Vaya con dios, Thomas Jacobs
The Flowing Wells Unified School District Governing Board will discuss how to proceed now that 20-year incumbent Thomas Jacobs has retired from the board.
The board will not be picking a replacement. That job falls to Pima County Schools Superintendent Dustin Williams.
The school board will also vote on changes to the district’s retention policies. District leaders met with teachers, specialists and parents to come up with ways to keep employees on board given the reality of limited resources.
Employees at Amphitheater Unified School District will no longer have to reimburse their pay for jury duty but will be precluded from taking hourly increments of sick leave. Going home ill now requires a four-hour hit to sick time.
These are part of two new policies that the Amphi board will update during Tuesday’s meeting.
Board members will also consider changes to the code of conduct.

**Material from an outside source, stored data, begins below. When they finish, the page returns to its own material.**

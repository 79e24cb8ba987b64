// satline's page: asks the server's /v1 routes and shows their answers. It computes no
// number itself; it writes statements, sends them, and lays out what comes back.
'use strict';
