// ---- JSON lines and CSV ----

#[test]
fn json_output_is_one_parsable_object_per_statement() {
    let dir = tempfile::tempdir().unwrap();
    let script = "describe NaCl\nsolubility of KNO3 at\n# comment\nsources of NaCl; describe KCl\n";
    let run = ran(satline(dir.path())
        .args(["run", "--format", "json", "-"])
        .write_stdin(script));
    let objects: Vec<serde_json::Value> = run
        .stdout
        .lines()
        .map(|line| serde_json::from_str(line).unwrap())
        .collect();
    assert!(objects.len() >= 3, "{}", run.stdout);
    for object in &objects {
        for key in ["statement", "kind", "ok", "rows", "caveats", "sources"] {
            assert!(object.get(key).is_some(), "no `{key}` in {object}");
        }
        if object["ok"] == false {
            let error = &object["error"];
            assert!(error["message"].is_string(), "{object}");
            assert!(error["line"].as_u64().unwrap() >= 1, "{object}");
            assert!(error["column"].as_u64().unwrap() >= 1, "{object}");
        }
    }
    // The statement with the fault is line 2 of the script.
    assert!(
        objects
            .iter()
            .any(|o| o["ok"] == false && o["error"]["line"] == 2),
        "{}",
        run.stdout
    );
}

#[test]
fn csv_output_has_one_header_and_a_line_per_statement() {
    let dir = tempfile::tempdir().unwrap();
    let run = ran(satline(dir.path())
        .args(["run", "--format", "csv", "-"])
        .write_stdin("nonsense one\nnonsense two\n"));
    let lines: Vec<&str> = run.stdout.lines().collect();
    assert!(lines[0].starts_with("statement,kind,ok,"), "{}", run.stdout);
    assert_eq!(lines.len(), 3, "{}", run.stdout);
}

#[test]
fn output_is_byte_identical_across_runs() {
    let dir = tempfile::tempdir().unwrap();
    write(dir.path(), "acceptance.sl", ACCEPTANCE);
    for format in ["table", "json", "csv"] {
        let first = satline(dir.path())
            .args(["run", "--format", format, "acceptance.sl"])
            .output()
            .unwrap();
        let second = satline(dir.path())
            .args(["run", "--format", format, "acceptance.sl"])
            .output()
            .unwrap();
        assert!(!first.stdout.is_empty());
        assert_eq!(first.stdout, second.stdout, "{format} output differs");
        assert_eq!(first.stderr, second.stderr, "{format} messages differ");
        assert_eq!(first.status.code(), second.status.code());
    }
}
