impl Engine {
    /// Opens the database at `db`, or the embedded default database when `None`.
    pub fn open(db: Option<&Path>) -> Result<Engine, crate::Error> {
        Ok(Engine::from_catalog(Catalog::open(db)?))
    }

    /// Opens the embedded default database.
    pub fn open_embedded() -> Result<Engine, crate::Error> {
        Engine::open(None)
    }

    /// An engine over a catalog already built.
    pub fn from_catalog(catalog: Catalog) -> Engine {
        Engine {
            snapshot: Arc::new(Snapshot::new(catalog)),
        }
    }

    /// The catalog the engine answers from.
    pub fn catalog(&self) -> &Catalog {
        &self.snapshot.catalog
    }

    /// `satline describe SOLUTE`: everything the reference holds on one solute (found by
    /// name, formula, id or synonym), for the printers of `output::report`.
    pub fn describe_solute(
        &self,
        name: &str,
    ) -> Result<crate::catalog::Description<'_>, crate::catalog::CatalogError> {
        self.snapshot.catalog.describe(name)
    }

    /// A fresh session (no `let` names bound).
    pub fn session(&self) -> Session {
        Session::default()
    }

    /// Reads a recipe file (`query::parse_recipe_file`) and binds its recipes in `session`
    /// by name, for the statements answered after. Nothing is bound when the file has a
    /// fault: every fault is returned, with its line and column in `text` (an unknown
    /// solute with the nearest names, a solute named twice, any fault of the format).
    /// Returns the names bound, in file order.
    pub fn load_recipes(
        &self,
        text: &str,
        session: &mut Session,
    ) -> Result<Vec<String>, Vec<RecipeFault>> {
        let lines = query::LineIndex::new(text);
        let recipes = query::parse_recipe_file(text).map_err(|faults| {
            faults
                .iter()
                .map(|f| f.report_at(lines.line_column(text, f.span.start)))
                .collect::<Vec<_>>()
        })?;
        let faults: Vec<RecipeFault> = recipes
            .iter()
            .flat_map(|r| recipe::file_faults(&self.snapshot, r))
            .map(|e| {
                let span = e.span();
                let (line, column) = lines.line_column(text, span.start);
                ErrorReport {
                    class: e.class(),
                    stage: "evaluate",
                    code: e.code(),
                    message: e.to_string(),
                    line,
                    column,
                    span: (span.start, span.end),
                }
            })
            .collect();
        if !faults.is_empty() {
            return Err(faults);
        }
        let mut names = Vec::with_capacity(recipes.len());
        for recipe in recipes {
            if let Some(name) = recipe.name.as_ref().map(|n| n.text.clone()) {
                session.env.bind_recipe(&name, recipe);
                names.push(name);
            }
        }
        Ok(names)
    }

    /// Parses and answers every statement of `text`, in order: one answer per statement,
    /// failed ones included (`ok: false`, with line and column relative to `text`).
    pub fn run_text(&self, text: &str, session: &mut Session) -> Vec<Answer> {
        self.answer_each(text, session).collect()
    }

    /// Answers the statements of `text` one at a time as the iterator is advanced: each is
    /// parsed (binding `let` names in `session`), answered and handed over before the next
    /// is read, so a script of any length streams from text to answers holding one
    /// statement at a time (batch mode). The same answers as `run_text`.
    pub fn answer_each<'a>(&'a self, text: &'a str, session: &'a mut Session) -> Answering<'a> {
        Answering {
            engine: self,
            text,
            lines: query::LineIndex::new(text),
            statements: query::statements(text, &mut session.env),
        }
    }

    /// Parses every statement of `text` (binding `let` names in `session`) without answering
    /// any: `run_text` in two steps, for callers that count the statements first or stop
    /// between them (the server's limits).
    pub fn prepare<'t>(&self, text: &'t str, session: &mut Session) -> Prepared<'t> {
        Prepared {
            text,
            lines: query::LineIndex::new(text),
            parsed: query::parse_with(text, &mut session.env),
        }
    }

    /// The answer to one parsed piece of `text`: evaluated, or the parse error as an answer.
    fn answer_parsed(
        &self,
        parsed: &Result<Located<Statement>, query::ParseError>,
        text: &str,
        lines: &query::LineIndex,
    ) -> Answer {
        match parsed {
            Ok(statement) => self.run_located(statement, text, lines),
            Err(error) => {
                let report = error.report_at(lines.line_column(text, error.span.start));
                let line = report.line;
                let statement = statement_text(text, error.span.start);
                let mut answer = Answer::failed(statement, AnswerKind::Invalid, report);
                answer.line = line;
                answer
            }
        }
    }

    /// Answers one parsed statement; `text` is the script its spans point into.
    /// (Counts the lines of `text` up to this one statement; a caller answering many
    /// statements of one text goes through [`Engine::prepare`] or [`Engine::answer_each`],
    /// whose line cursor moves on from one statement to the next.)
    pub fn run(&self, statement: &Located<Statement>, text: &str) -> Answer {
        self.run_located(statement, text, &query::LineIndex::new(text))
    }

    /// [`Engine::run`] with the lines of `text` already indexed.
    fn run_located(
        &self,
        statement: &Located<Statement>,
        text: &str,
        lines: &query::LineIndex,
    ) -> Answer {
        let span = (statement.span.start, statement.span.end);
        let written = echo::statement(statement.span.text(text).trim(), span);
        let kind = kind_of(&statement.node);
        let mut answer = Answer::new(written.clone(), kind);
        answer.line = lines.line_column(text, statement.span.start).0;
        answer.span = span;
        let result = match &statement.node {
            Statement::Solubility(s) => solid::lookup(&self.snapshot, s, &mut answer),
            Statement::Screen(s) => screen::screen(&self.snapshot, s, &mut answer),
            Statement::Saturation(s) => solid::saturation(&self.snapshot, s, &mut answer),
            Statement::Ceiling(s) => solid::ceiling(&self.snapshot, s, &mut answer),
            Statement::HeatOfSolution(s) => heat::heat(&self.snapshot, s, &mut answer),
            Statement::Dissolving(s) => dissolving::dissolving(&self.snapshot, s, &mut answer),
            Statement::DissolvedGas(s) => gas::dissolved(&self.snapshot, s, &mut answer),
            Statement::Freezing(s) => freezing::freezing(&self.snapshot, s, &mut answer),
            Statement::Convert(s) => solid::convert(&self.snapshot, s, &mut answer),
            Statement::Require(s) => solid::require(&self.snapshot, s, &mut answer),
            Statement::Describe(s) => records::describe(&self.snapshot, s, &mut answer),
            Statement::Sources(s) => records::sources(&self.snapshot, s, &mut answer),
            Statement::List(s) => records::list(&self.snapshot, s, &mut answer),
            Statement::Let(s) => records::binding(s, text, &mut answer),
            Statement::Plot(s) => plot::plot(&self.snapshot, s, &mut answer),
            Statement::Recipe(s) => recipe::recipe(&self.snapshot, s, &mut answer),
        };
        match result {
            Ok(()) => answer,
            Err(error) => {
                // A fault found deep in a model may carry no place of its own (an empty
                // span): it is the statement's, not the script's first character.
                let span = match error.span() {
                    s if s == query::Span::default() => statement.span,
                    s => s,
                };
                let (line, column) = lines.line_column(text, span.start);
                let mut failed = Answer::failed(
                    written,
                    kind,
                    ErrorReport {
                        class: error.class(),
                        stage: "evaluate",
                        code: error.code(),
                        message: error.to_string(),
                        line,
                        column,
                        span: (span.start, span.end),
                    },
                );
                failed.line = answer.line;
                failed.span = answer.span;
                failed
            }
        }
    }

    /// `value` of the solute named `solute` (alone in water) converted from one unit to
    /// another, unrounded; per-litre units are per litre at `volume_t_k` through the
    /// solution's density (Laliberté's model), refused with the reason where the reference
    /// holds no coefficients or the solution lies outside them. For checks of the
    /// conversions themselves; statements round their answers.
    pub fn convert_amount(
        &self,
        solute: &str,
        value: f64,
        units: (
            crate::science::units::CompositionUnit,
            crate::science::units::CompositionUnit,
        ),
        volume_t_k: f64,
    ) -> Result<f64, EvalError> {
        let name = query::Name {
            text: solute.to_string(),
            span: query::Span::default(),
        };
        let solute = common::resolve(&self.snapshot, &name)?;
        let volume = per_litre::Volume {
            t_k: volume_t_k,
            stated: true,
            ..per_litre::Volume::default()
        };
        per_litre::convert_alone(&self.snapshot, solute, value, units, &volume)
    }

    /// Solute names, ids, formulas and synonyms, sorted, for completion in the REPL.
    pub fn solute_names(&self) -> &[String] {
        self.snapshot.names()
    }

    /// The solutes of `class` that pass every filter, by the very rules of the `list`
    /// statement (`anion phosphate` finds "hydrogen phosphate" too), in catalog order.
    pub fn select_solutes(
        &self,
        class: query::SoluteClass,
        filters: &[query::Filter],
    ) -> Vec<&crate::model::Solute> {
        self.catalog()
            .solutes()
            .iter()
            .filter(|s| records::selects(&self.snapshot, s, class, filters))
            .collect()
    }
}
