// ---------------------------------------------------------------------------------------

pub(crate) fn problem(file: &str, record: impl Into<String>, problem: SeedProblem) -> StoreError {
    StoreError::Seed {
        file: file.to_string(),
        record: record.into(),
        problem,
    }
}

pub(crate) fn syntax(file: &str, text: &str, e: &toml::de::Error) -> StoreError {
    let record = match e.span() {
        Some(span) => {
            let before = text.get(..span.start).unwrap_or(text);
            let line = before.matches('\n').count() + 1;
            let column = before.rsplit('\n').next().map_or(0, |l| l.chars().count()) + 1;
            format!("line {line}, column {column}")
        }
        None => "whole file".to_string(),
    };
    problem(
        file,
        record,
        SeedProblem::Syntax {
            message: e.message().to_string(),
        },
    )
}

/// Refuses `key` when `seen` holds it already (a second record of the same key in one file),
/// and remembers it otherwise; `what` names the kind of key, e.g. `dataset key`.
pub(crate) fn first_use(
    seen: &mut HashSet<String>,
    file: &str,
    record: &str,
    what: &str,
    key: &str,
) -> Result<(), StoreError> {
    if seen.insert(key.to_string()) {
        Ok(())
    } else {
        Err(problem(
            file,
            record,
            SeedProblem::Duplicate {
                what: what.to_string(),
                id: key.to_string(),
            },
        ))
    }
}

/// Names a record of a seed file (`dataset "crc-97"`) after checking that its key is a slug
/// used once in the file; `kind` is the record's TOML table, e.g. `dataset`.
fn keyed_record(
    seen: &mut HashSet<String>,
    file: &str,
    kind: &str,
    key: &str,
) -> Result<String, StoreError> {
    let record = format!("{kind} \"{key}\"");
    check_slug(file, &record, key)?;
    first_use(seen, file, &record, &format!("{kind} key"), key)?;
    Ok(record)
}

pub(super) fn is_slug(s: &str) -> bool {
    !s.is_empty()
        && s.bytes()
            .all(|b| b.is_ascii_lowercase() || b.is_ascii_digit() || b == b'-')
}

It’s done every year after getting stakeholder group suggestions.
The district staff has yet to provide a copy of the draft the board would approve.
How do you tell a trout from a lawyer?
The Nogales City Council will vote on whether to hire Mesa law firm Pierce Coleman as its “city attorney.”
The contract is for a base rate of $15,000 month. This will be a retainer and the firm will charge $295 per hour for partners’ work, $225 per hour for associates and $125 for 60 minutes of paralegal work.
Pierce Coleman is either a really lousy firm or they are giving the city a really good rate.
Elsewhere this week, it’s kind of quiet.
The Sahuarita Town Council will vote Monday on whether to enter into a fishing program with the Arizona Game and Fish Department.
The urban fishing deal with the state would require the town to do the public outreach and take care of Sahuarita Lake. It will also pay $20,000 a year to the state to keep the program funded.
Game and Fish will provide the rainbow trout and maintain the population.
Awesomely, McAwesome. The rainbow trout to be stocked are, of course, several notches below large mouth bass for real anglers. Still, they can be fun. Rainbow trout are tastier than bass with an egg wash and a flour dredge.